Task statement: Repeat exactly, and only, the lines of the entries below from the one with "pub use link::EvidenceLink;" through the one with "use jiff::Timestamp;", both ends included.
BEGIN Data provided
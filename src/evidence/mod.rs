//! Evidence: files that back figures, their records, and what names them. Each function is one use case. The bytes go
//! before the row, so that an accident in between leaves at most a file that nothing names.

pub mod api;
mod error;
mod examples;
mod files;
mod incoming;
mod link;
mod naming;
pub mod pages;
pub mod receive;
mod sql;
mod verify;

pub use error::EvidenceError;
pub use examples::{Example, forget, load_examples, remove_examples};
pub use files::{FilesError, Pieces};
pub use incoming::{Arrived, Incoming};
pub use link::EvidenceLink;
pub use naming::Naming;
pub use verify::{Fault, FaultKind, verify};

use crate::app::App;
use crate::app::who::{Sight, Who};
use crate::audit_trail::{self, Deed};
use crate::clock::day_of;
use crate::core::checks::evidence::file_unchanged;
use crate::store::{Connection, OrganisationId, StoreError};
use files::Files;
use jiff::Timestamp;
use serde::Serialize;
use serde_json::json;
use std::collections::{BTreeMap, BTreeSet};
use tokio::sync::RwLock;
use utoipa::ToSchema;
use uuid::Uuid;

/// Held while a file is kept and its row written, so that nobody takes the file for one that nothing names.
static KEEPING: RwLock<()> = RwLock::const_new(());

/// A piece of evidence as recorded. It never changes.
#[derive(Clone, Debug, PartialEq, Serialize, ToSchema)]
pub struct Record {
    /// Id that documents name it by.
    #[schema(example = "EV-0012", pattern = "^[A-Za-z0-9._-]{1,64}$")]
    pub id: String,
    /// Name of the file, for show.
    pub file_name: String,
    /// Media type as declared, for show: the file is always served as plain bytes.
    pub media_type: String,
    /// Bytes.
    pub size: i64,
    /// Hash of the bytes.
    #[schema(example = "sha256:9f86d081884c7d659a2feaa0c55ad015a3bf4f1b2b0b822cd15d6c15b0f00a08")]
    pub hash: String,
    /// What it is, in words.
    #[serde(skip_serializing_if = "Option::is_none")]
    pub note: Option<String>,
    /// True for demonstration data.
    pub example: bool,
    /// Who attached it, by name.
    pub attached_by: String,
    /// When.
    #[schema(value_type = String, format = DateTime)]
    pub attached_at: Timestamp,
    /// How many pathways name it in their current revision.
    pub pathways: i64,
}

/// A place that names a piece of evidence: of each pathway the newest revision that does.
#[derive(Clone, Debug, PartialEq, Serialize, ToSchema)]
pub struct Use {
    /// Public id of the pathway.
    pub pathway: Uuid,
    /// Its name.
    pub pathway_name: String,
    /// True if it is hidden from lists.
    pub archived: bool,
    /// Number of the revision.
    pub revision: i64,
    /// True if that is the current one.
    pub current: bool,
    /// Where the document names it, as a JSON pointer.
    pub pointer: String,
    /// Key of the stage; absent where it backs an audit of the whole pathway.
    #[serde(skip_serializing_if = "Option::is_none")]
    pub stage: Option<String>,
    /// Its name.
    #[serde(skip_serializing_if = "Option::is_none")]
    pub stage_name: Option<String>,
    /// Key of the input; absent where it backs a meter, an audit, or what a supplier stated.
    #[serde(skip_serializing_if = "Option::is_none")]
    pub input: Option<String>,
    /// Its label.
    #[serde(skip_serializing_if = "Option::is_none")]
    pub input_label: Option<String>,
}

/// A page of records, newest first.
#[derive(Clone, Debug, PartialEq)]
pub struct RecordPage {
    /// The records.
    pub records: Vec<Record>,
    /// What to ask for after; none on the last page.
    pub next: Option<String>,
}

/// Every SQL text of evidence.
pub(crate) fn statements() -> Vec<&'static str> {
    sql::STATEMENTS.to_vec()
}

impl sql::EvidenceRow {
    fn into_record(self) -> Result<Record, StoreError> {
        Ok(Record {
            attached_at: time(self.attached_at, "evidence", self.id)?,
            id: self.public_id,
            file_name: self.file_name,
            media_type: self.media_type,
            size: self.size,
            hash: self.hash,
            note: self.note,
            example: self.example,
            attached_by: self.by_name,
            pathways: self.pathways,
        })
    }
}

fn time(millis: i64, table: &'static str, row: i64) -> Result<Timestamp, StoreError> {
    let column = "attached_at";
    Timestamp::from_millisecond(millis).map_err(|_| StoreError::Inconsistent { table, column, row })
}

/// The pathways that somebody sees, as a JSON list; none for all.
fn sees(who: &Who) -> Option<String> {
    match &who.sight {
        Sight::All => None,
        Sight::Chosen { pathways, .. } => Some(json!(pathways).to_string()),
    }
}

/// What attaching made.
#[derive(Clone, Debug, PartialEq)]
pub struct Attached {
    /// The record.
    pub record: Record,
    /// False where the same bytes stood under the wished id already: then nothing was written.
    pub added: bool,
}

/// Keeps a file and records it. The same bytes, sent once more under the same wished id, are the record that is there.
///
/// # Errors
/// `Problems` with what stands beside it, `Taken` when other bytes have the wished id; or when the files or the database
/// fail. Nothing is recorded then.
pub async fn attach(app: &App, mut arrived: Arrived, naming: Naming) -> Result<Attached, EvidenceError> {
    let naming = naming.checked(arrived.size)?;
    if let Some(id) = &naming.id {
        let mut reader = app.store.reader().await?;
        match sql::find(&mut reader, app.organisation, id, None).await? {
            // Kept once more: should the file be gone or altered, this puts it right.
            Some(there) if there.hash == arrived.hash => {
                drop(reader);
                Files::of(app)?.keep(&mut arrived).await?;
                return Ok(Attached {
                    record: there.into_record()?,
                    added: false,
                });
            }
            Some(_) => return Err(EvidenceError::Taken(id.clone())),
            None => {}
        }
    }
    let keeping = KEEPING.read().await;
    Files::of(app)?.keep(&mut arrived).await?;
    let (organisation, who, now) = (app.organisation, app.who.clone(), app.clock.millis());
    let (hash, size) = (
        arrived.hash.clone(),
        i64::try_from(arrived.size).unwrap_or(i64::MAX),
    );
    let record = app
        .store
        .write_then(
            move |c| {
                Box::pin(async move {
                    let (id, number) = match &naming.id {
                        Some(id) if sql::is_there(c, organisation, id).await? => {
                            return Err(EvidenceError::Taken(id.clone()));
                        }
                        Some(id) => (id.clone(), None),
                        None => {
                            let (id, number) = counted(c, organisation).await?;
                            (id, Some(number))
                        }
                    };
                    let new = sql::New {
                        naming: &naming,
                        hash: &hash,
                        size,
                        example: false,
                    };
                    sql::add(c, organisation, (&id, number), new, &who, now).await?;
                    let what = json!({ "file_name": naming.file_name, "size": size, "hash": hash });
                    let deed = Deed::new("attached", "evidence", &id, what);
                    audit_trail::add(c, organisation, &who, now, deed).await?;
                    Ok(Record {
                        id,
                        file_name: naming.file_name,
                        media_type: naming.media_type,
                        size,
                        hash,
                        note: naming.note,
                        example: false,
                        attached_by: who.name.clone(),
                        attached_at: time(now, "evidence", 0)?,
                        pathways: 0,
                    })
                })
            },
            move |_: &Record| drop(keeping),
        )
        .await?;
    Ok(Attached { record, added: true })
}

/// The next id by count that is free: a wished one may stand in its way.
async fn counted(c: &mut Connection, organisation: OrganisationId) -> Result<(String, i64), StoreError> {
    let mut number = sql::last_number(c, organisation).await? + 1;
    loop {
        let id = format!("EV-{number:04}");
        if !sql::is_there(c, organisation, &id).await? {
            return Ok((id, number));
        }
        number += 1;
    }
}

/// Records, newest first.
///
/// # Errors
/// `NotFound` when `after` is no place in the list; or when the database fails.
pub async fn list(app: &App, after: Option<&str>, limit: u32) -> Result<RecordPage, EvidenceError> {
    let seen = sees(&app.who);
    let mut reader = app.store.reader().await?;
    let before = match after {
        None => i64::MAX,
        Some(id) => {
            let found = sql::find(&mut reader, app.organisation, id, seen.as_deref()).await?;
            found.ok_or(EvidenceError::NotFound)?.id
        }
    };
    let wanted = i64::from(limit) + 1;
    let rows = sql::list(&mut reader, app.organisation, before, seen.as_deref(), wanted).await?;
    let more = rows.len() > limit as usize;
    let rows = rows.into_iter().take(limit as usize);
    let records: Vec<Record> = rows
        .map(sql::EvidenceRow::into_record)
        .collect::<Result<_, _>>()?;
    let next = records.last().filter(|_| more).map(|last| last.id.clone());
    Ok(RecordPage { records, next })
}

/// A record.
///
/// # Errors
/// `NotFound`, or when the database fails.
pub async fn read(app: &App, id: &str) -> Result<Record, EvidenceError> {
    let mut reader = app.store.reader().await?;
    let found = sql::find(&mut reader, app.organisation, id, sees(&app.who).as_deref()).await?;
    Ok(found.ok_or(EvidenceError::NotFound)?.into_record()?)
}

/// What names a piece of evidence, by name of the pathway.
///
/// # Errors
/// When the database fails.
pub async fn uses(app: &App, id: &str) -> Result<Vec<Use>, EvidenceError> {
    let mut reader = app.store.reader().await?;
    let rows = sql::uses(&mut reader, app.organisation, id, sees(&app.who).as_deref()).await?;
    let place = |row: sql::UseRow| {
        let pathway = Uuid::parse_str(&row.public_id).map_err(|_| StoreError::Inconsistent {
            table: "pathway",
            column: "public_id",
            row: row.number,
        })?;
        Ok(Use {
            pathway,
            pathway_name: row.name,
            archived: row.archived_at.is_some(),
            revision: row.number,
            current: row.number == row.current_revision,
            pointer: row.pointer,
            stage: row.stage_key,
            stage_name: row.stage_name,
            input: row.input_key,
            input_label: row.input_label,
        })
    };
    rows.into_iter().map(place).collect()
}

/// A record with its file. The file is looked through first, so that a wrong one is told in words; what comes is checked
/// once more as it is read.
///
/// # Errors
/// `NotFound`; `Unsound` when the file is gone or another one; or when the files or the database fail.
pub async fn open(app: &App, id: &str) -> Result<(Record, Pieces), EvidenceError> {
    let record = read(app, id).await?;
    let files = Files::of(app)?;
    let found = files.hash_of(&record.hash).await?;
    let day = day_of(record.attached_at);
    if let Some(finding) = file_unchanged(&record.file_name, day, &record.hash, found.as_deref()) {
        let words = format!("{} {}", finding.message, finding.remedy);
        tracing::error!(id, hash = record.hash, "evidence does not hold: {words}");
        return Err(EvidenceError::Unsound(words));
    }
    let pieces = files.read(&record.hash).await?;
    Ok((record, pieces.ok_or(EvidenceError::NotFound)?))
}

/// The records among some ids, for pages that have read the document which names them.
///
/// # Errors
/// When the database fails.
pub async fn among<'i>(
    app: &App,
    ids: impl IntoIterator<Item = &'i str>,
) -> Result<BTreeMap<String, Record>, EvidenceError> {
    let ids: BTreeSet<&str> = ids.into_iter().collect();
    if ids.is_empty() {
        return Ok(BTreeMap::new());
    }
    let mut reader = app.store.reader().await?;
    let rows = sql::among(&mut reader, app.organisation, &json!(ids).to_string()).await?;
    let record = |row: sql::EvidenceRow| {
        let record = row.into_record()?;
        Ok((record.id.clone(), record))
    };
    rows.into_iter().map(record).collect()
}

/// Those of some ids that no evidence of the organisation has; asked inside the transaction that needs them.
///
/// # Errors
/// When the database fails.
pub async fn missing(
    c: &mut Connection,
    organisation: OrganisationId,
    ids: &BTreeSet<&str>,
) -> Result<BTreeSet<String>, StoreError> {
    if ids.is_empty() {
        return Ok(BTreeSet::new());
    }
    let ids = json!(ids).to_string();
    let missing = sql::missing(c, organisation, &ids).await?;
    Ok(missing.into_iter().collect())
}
END Data provided
Task result:
pub use link::EvidenceLink;
pub use naming::Naming;
pub use verify::{Fault, FaultKind, verify};

use crate::app::App;
use crate::app::who::{Sight, Who};
use crate::audit_trail::{self, Deed};
use crate::clock::day_of;
use crate::core::checks::evidence::file_unchanged;
use crate::store::{Connection, OrganisationId, StoreError};
use files::Files;
use jiff::Timestamp;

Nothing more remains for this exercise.